REQUIREMENT -
Wherever a line in the data below holds "words", copy that line.

(Collected data)
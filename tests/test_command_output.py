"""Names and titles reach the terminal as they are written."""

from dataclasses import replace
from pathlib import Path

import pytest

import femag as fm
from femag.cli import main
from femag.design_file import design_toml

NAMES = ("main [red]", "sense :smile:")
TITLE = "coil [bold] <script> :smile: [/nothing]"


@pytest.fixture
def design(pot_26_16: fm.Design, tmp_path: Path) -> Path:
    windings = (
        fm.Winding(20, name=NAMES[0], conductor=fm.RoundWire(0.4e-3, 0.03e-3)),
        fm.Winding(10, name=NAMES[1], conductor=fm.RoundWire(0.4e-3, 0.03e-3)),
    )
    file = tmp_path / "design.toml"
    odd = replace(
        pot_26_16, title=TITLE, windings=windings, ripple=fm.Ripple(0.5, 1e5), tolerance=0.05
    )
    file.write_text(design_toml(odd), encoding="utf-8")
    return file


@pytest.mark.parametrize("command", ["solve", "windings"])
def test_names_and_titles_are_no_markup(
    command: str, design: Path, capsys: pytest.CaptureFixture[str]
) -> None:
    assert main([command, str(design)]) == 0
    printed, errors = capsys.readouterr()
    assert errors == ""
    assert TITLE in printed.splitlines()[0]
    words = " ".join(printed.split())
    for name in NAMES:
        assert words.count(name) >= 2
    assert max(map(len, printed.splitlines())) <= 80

...

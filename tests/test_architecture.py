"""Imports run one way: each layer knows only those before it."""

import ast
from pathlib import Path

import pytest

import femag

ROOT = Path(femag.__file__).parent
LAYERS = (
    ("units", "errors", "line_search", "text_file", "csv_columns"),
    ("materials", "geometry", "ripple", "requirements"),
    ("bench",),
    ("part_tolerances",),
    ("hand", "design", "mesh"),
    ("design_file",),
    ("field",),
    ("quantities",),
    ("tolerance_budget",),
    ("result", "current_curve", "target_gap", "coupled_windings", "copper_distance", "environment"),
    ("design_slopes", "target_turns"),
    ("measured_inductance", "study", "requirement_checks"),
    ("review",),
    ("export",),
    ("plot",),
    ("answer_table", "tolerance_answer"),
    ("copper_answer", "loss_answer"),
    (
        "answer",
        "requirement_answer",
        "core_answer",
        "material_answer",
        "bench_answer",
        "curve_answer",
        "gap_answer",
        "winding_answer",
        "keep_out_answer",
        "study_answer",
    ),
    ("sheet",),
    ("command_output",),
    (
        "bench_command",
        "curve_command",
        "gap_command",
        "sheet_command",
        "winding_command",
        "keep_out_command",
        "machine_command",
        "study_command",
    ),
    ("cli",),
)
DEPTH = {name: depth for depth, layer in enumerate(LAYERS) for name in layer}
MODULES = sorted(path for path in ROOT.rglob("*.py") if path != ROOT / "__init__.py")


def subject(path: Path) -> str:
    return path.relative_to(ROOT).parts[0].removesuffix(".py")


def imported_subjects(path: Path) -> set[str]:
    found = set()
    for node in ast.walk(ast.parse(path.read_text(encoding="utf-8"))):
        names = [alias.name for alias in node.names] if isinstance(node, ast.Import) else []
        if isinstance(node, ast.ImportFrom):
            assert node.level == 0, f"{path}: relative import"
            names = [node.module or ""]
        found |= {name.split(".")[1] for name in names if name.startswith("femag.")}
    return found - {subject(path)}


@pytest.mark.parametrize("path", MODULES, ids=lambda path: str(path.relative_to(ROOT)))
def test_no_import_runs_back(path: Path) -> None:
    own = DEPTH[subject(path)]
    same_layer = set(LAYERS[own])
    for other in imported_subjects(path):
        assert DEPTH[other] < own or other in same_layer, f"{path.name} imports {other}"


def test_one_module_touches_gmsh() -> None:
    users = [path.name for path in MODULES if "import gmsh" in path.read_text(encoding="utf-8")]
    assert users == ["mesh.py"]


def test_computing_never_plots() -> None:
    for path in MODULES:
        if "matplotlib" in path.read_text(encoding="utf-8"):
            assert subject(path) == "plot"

...

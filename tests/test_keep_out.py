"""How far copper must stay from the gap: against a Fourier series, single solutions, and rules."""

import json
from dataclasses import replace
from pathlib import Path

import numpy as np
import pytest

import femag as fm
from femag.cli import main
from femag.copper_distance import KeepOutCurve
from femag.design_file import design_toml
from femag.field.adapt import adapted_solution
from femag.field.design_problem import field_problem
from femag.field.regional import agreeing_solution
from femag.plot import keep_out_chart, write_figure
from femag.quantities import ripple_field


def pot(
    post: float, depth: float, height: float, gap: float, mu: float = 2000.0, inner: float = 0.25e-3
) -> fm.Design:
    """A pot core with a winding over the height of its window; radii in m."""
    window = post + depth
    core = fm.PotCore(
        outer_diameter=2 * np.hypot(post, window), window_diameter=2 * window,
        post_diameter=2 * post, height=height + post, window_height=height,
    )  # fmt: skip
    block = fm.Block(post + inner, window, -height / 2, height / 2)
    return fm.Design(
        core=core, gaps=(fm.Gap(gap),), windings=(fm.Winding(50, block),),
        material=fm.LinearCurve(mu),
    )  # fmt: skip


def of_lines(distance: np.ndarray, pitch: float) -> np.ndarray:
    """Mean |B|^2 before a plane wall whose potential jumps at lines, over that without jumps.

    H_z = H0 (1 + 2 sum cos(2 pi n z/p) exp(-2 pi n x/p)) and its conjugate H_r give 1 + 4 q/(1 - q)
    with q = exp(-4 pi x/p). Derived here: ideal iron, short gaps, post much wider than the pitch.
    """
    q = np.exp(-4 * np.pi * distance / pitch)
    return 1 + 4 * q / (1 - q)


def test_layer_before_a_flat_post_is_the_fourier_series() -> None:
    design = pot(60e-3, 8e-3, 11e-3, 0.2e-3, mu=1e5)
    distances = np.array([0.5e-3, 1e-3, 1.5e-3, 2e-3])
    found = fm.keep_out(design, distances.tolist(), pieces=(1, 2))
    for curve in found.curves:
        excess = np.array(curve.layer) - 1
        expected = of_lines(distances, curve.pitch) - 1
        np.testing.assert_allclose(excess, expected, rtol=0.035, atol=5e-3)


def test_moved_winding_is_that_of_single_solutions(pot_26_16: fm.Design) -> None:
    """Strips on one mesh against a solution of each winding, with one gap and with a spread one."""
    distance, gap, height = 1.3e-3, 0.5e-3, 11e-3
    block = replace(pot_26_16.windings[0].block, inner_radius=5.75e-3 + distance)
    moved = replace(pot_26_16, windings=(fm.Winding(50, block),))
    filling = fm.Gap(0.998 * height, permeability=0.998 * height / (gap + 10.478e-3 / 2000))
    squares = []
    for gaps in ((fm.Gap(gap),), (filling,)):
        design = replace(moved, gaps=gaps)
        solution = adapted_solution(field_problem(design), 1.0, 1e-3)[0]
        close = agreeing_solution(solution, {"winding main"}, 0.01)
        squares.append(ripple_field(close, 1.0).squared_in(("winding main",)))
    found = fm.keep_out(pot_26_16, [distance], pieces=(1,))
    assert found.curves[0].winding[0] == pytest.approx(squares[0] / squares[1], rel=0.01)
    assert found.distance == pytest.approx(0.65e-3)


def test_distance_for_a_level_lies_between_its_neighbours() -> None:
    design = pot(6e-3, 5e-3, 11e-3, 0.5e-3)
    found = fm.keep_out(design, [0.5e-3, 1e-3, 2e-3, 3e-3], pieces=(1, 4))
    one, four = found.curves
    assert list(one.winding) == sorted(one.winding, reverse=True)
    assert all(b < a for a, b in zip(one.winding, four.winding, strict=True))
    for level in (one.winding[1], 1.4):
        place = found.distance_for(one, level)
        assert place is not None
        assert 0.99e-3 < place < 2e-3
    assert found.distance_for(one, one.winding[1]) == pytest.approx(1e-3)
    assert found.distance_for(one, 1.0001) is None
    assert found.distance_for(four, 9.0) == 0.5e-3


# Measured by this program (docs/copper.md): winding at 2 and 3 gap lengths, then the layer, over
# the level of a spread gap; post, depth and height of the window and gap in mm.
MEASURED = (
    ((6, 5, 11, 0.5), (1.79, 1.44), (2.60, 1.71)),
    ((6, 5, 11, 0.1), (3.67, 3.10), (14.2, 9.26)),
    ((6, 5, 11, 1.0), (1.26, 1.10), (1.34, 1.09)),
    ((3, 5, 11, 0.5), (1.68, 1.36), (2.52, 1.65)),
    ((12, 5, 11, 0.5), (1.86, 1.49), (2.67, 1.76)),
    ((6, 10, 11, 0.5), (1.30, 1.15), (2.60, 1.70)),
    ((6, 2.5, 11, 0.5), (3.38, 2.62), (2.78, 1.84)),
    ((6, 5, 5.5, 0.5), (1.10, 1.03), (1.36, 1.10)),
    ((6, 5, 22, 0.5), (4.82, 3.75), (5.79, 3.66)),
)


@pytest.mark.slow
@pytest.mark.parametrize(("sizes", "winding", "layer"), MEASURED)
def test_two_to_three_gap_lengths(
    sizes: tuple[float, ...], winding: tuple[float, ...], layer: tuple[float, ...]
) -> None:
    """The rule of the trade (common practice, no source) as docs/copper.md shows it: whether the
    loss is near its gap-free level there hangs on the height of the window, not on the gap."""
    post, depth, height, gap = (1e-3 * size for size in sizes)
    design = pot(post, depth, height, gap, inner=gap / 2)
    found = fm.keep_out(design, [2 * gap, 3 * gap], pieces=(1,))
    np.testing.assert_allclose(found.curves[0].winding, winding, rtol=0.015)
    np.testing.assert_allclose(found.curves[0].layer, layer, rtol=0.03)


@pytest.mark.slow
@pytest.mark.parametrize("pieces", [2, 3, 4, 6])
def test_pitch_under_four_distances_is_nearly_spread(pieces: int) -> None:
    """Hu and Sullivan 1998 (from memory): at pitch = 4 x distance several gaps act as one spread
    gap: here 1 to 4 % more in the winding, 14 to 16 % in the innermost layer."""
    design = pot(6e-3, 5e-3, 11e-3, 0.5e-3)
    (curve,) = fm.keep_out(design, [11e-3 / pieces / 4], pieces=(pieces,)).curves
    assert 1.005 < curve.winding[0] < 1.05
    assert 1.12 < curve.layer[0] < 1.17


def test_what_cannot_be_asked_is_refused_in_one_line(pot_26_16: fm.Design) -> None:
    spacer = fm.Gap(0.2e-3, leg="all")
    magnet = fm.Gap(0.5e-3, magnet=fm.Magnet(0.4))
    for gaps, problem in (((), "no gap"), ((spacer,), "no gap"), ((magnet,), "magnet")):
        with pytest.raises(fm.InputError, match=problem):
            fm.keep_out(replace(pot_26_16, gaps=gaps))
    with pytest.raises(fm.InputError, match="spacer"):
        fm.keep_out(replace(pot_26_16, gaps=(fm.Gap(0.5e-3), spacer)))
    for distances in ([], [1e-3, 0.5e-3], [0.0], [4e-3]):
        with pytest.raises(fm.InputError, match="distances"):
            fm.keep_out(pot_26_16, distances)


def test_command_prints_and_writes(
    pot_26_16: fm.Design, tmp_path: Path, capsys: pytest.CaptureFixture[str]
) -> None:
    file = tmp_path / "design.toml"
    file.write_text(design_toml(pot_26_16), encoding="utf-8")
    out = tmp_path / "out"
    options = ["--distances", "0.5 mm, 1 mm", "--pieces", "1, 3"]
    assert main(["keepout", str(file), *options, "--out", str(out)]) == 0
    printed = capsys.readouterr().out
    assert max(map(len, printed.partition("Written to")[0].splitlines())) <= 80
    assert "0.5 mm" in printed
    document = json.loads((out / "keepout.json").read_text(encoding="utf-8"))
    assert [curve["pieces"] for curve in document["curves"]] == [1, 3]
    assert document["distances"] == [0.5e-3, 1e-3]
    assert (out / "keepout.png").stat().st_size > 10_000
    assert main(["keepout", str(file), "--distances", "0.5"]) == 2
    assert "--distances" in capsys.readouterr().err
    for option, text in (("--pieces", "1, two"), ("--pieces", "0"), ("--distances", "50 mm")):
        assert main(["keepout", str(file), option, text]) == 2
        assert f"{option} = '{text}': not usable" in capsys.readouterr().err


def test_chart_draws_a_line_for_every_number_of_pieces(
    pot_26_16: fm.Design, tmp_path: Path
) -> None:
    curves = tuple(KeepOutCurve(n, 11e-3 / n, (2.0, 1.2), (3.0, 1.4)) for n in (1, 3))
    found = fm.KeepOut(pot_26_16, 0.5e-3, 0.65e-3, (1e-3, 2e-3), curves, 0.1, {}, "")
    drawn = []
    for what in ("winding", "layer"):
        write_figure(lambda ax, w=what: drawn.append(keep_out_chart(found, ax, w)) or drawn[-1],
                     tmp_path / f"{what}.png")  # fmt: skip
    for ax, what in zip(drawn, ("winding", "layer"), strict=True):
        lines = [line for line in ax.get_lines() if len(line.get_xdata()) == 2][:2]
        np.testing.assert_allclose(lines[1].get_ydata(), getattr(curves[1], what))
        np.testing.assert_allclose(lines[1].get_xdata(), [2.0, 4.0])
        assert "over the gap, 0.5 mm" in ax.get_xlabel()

SOLUTION TO THE PROBLEM -
    words = " ".join(printed.split())
        assert words.count(name) >= 2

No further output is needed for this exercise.